At Google, we spend a lot of time each day working with code. As Google has grown and the code base has increased in complexity, Google engineers have built a set of code tools to help our developers stay happy and productive each day. One particularly essential tool is code search, which is well-loved by Google engineers, and used by most engineers here multiple times a day to improve their productivity.

We’re pleased to bring code search to you with the newly revamped Cloud Source Repositories in beta availability. It features an entirely new user interface and semantic code search capabilities. Cloud Source Repositories is powered by the same underlying code search infrastructure that Google engineers perform their code searches on every day. You get super fast results and save a lot of time finding that piece of code that you know you’ve seen before. The code search in Cloud Source Repositories uses the same document indexing and retrieval technologies that are used for Google Search, making it work very quickly. Using this code search can improve developer productivity, whether you host your code in Cloud Source Repositories or mirror your code from the cloud versions of GitHub or Bitbucket.

Speeding up code search for better development

As developers ourselves, we know how frequently we need to search code. One developer case study found that programmers conduct an average of five search sessions with 12 total queries each workday.

These search queries are often targeted at a particular code location, and programmers are typically looking for code with which they are somewhat familiar. Programmers are generally seeking answers to questions about:

  • what code does,

  • where is code instantiated,

  • why code is behaving a certain way,

  • who was responsible for an edit and when it happened,

  • and how to perform a task.


There are some common code search challenges we’ve encountered. Here are a few of those, along with how Cloud Source Repositories handles them.

  • You want to search across all the code at your company, but there are a lot of repositories with only a few stored locally—which aren’t up-to-date with the versions on the server. Storing code locally isn’t a great option, and your computer’s search tools aren’t very powerful. When you’re using Cloud Source Repositories, the default branches of all repositories are always indexed and up-to-date. It’s simpler and faster to search across all the code you have access to for a particular file/class/function, rather than hunting for the code you have stored locally.
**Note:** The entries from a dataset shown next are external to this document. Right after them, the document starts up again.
"""A measured mount in the book: the point in the picture of boom sizes, and what measured means beside the ledger."""

from collections.abc import Callable
from dataclasses import replace

import pytest

from fabgen.book.book import Book, sections
from fabgen.book.sections import boom_sizes
from fabgen.design.mount_geometry import mount_geometry
from fabgen.design.records import MeasuredRecord
from fabgen.physics.boom_closed_form import rod_slope_ohm_per_wl
from fabgen.physics.boom_mount import ETA_OHM


@pytest.fixture
def measured(book_of: Callable[..., Book]) -> Book:
    design = book_of("river-gauge-434").arranged.design
    element = design.element("D1")
    assert element.mount is not None
    wl_mm = design.wavelength_mm
    factor = 5.0 * rod_slope_ohm_per_wl(4 / wl_mm, 310 / wl_mm) / (ETA_OHM * 20)
    drawn = mount_geometry(design, element, element.mount)
    record = MeasuredRecord("records/r/m.yaml", "line", "2026-11-30", drawn, 310.0, 5.0, 0.1, factor, 0.05)
    elements = tuple(
        replace(e, mount=replace(e.mount, allowance=replace(e.mount.allowance, origin="auto"))) if e.mount else e
        for e in design.elements
    )
    return book_of("river-gauge-434", records=(record,), elements=elements)


def test_the_measured_point_stands_in_the_picture(measured: Book, book_of: Callable[..., Book]) -> None:
    """The coupon's rod of 310 mm took 5 mm; the picture is drawn for the mean rod, whose slope S is larger."""
    (picture,) = boom_sizes.content(measured)["pictures"]
    ((date, (x, y), (top, bottom)),) = picture.measured
    wl_mm = measured.arranged.design.wavelength_mm
    slopes = [rod_slope_ohm_per_wl(4 / wl_mm, mm / wl_mm) for mm in (310.0, picture.length_mm)]
    expected_mm = 5.0 * slopes[0] / slopes[1]
    assert date == "2026-11-30"
    assert x == pytest.approx(picture.x.at(20 / wl_mm), abs=1e-3)
    assert y == pytest.approx(picture.y.at(expected_mm), abs=1e-3)
    assert (top, bottom) == pytest.approx(
        (picture.y.at(expected_mm * 1.04), picture.y.at(expected_mm * 0.96)), abs=2e-3
    )
    assert boom_sizes.content(book_of("river-gauge-434"))["pictures"][0].measured == ()


def test_the_words_follow(measured: Book) -> None:
    bodies = {section.name: str(section.body) for section in sections(measured)}
    assert "measured 2026-11-30" in bodies["boom_sizes"]
    assert "Square: measured with a coupon" in bodies["boom_sizes"]
    assert "<strong>Measured.</strong>" in bodies["lengths"]
    assert "records/r/m.yaml" in bodies["lengths"]
    assert measured.status == "allowances: measured"
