"""What holds for every part of the folder, found by listing it: no part is missed and none is excused."""

import functools
import inspect
import math

import pytest

from fabgen import registry
from fabgen.design import part_sizes
from fabgen.model.kernel import bounds_mm, cq, solid_of, volume_mm3
from fabgen.stock.practice import print_practice

PARTS = [entry.name for entry in registry.entries("model/parts")]
BED_MM = (220.0, 220.0, 250.0)
"""The printer of the contract's example design."""

SIZED = [name for name in PARTS if hasattr(part_sizes, f"{name}_size")]
CLOSED_FORM = 1e-7
"""Relative: the kernel integrates trimmed faces to 1e-6 and does better; plane-faced parts agree to 1e-12."""


def module_of(name):
    return inspect.getmodule(registry.entry("model/parts", name).function())


@functools.cache
def default(name):
    return registry.entry("model/parts", name).function()()


def printed_parts():
    return [name for name in PARTS if module_of(name).SOURCE == "printed"]


@pytest.mark.parametrize("name", PARTS)
def test_default_part_is_one_valid_solid(name):
    part = default(name)
    assert len(part.vals()) == 1
    assert len(part.solids().vals()) == 1
    assert solid_of(part).isValid()
    assert volume_mm3(part) > 0


@pytest.mark.parametrize("name", PARTS)
def test_part_takes_keywords_only_and_has_a_default_for_each(name):
    parameters = inspect.signature(registry.entry("model/parts", name).function()).parameters.values()
    assert parameters
    assert all(p.kind is p.KEYWORD_ONLY and p.default is not p.empty for p in parameters)


@pytest.mark.parametrize("name", PARTS)
def test_source_is_declared_and_printed_parts_grow_their_bores(name):
    module = module_of(name)
    assert module.SOURCE in ("printed", "bought", "made")
    assert hasattr(module, "print_pose") == (module.SOURCE == "printed")
    parameters = inspect.signature(getattr(module, name)).parameters
    assert ("hole_growth_mm" in parameters) == (module.SOURCE == "printed")


@pytest.mark.parametrize("name", PARTS)
def test_part_is_the_same_twice(name):
    again = registry.entry("model/parts", name).function()()
    assert volume_mm3(again) == volume_mm3(default(name))
    assert bounds_mm(again) == bounds_mm(default(name))


@pytest.mark.parametrize("name", SIZED)
def test_volume_is_the_closed_form(name):
    formula = getattr(part_sizes, f"{name}_size")().volume_mm3
    assert volume_mm3(default(name)) == pytest.approx(formula, rel=CLOSED_FORM)


def test_sized_parts_are_not_an_empty_list():
    assert len(SIZED) >= 16


@pytest.mark.parametrize("name", SIZED)
def test_part_lies_within_its_envelope(name):
    size = getattr(part_sizes, f"{name}_size")()
    boxes = [shape if not hasattr(shape, "box") else shape.box for shape in size.shapes]
    low = [min(box.low[i] for box in boxes) for i in range(3)]
    high = [max(box.high[i] for box in boxes) for i in range(3)]
    found_low, found_high = bounds_mm(default(name))
    for i in range(3):
        assert found_low[i] == pytest.approx(max(low[i], found_low[i]), abs=1e-6)
        assert found_high[i] == pytest.approx(min(high[i], found_high[i]), abs=1e-6)
    # The envelope is not loose either: the screw's shank and the washer's ring touch it on every side but a slit's.
    slack = [found_low[i] - low[i] for i in range(3)] + [high[i] - found_high[i] for i in range(3)]
    assert max(slack) < 1.2


@pytest.mark.parametrize("name", printed_parts())
def test_print_pose_stands_on_the_bed_and_fits_it(name):
    pose = module_of(name).print_pose(default(name))
    low, high = bounds_mm(pose)
    assert low[2] == pytest.approx(0.0, abs=1e-6)
    assert all(high[i] - low[i] <= BED_MM[i] for i in range(3))
    assert volume_mm3(pose) == pytest.approx(volume_mm3(default(name)), rel=1e-9)
    assert bed_contact_mm2(pose) > 5.0


@pytest.mark.parametrize("name", printed_parts())
def test_prints_without_support(name):
    """No surface hangs over more than 45° but bridges: level, without a hole, and short (common practice: 20 mm)."""
    assert hanging(module_of(name).print_pose(default(name))) == []


def test_the_overhang_check_can_fail():
    """A saddle set on its foot has a lying bore that is round: its upper quarter hangs."""
    kinds = [kind for kind, _ in hanging(default("saddle"))]
    assert kinds == ["CYLINDER"]
    table = cq.Workplane().box(4, 4, 10).faces(">Z").workplane().rect(60, 60).extrude(2)
    assert hanging(table) != []


def bed_contact_mm2(pose):
    return sum(
        face.Area()
        for face in solid_of(pose).Faces()
        if face.geomType() == "PLANE" and face.normalAt().z < -0.999 and abs(face.Center().z) < 1e-6
    )


def hanging(pose):
    """Faces that would need support: (kind, centre) of each."""
    steepest = -math.sin(math.radians(print_practice("overhang_from_vertical_deg")))
    floor = bounds_mm(pose)[0][2]
    found = []
    for face in solid_of(pose).Faces():
        centre = face.Center().toTuple()
        if face.geomType() == "PLANE":
            slope = face.normalAt().z
            if slope >= steepest - 1e-6 or abs(centre[2] - floor) < 1e-6:
                continue
            if slope < -1 + 1e-9 and not face.innerWires() and span_mm(face) <= print_practice("longest_bridge_mm"):
                continue
            found.append(("plane", centre))
        elif lowest_normal(face) < steepest - 0.02:
            found.append((face.geomType(), centre))
    return found


def span_mm(face):
    box = face.BoundingBox()
    return min(box.xlen, box.ylen)


def lowest_normal(face):
    """The smallest z of a curved face's outward normals, over its own triangles."""
    vertices, triangles = face.tessellate(0.01, 0.05)
    middles = [(vertices[a] + vertices[b] + vertices[c]) / 3 for a, b, c in triangles]
    return min(face.normalAt(middle).z for middle in middles)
  • You’re looking for code that performs a common operation that is used by other people in the company. With Cloud Source Repositories, you can do a quick search and find that code. By discovering and using the existing solution rather than reinventing a new solution, you’ll save time, avoid introducing bugs and keep a healthier code base by not adding unnecessary code that has to be maintained over time.

  • You don’t remember the right way to use a common code component like an event handler. With Cloud Source Repositories, you can enter a query and search across all of your company’s code for examples of how that event handler has been used successfully by other developers. You can write the code correctly the first time.

  • You discover an issue with your production application. It reports a specific error message to the server logs that reads “User ID 2503295 not found in PaymentDatabase.” You can perform a regular expression search for “User ID .* not found in PaymentDatabase” and instantly find the location in the code where this error was triggered. Then you can get a fix deployed to production for users. Rich regular expression matching allows an easy way to find usages, definitions and sample code, and helps for refactoring.

Search across all your code

Bringing Google’s code search capabilities to Cloud Source Repositories means you’ll get the benefits of Google Search technology for your code base searches.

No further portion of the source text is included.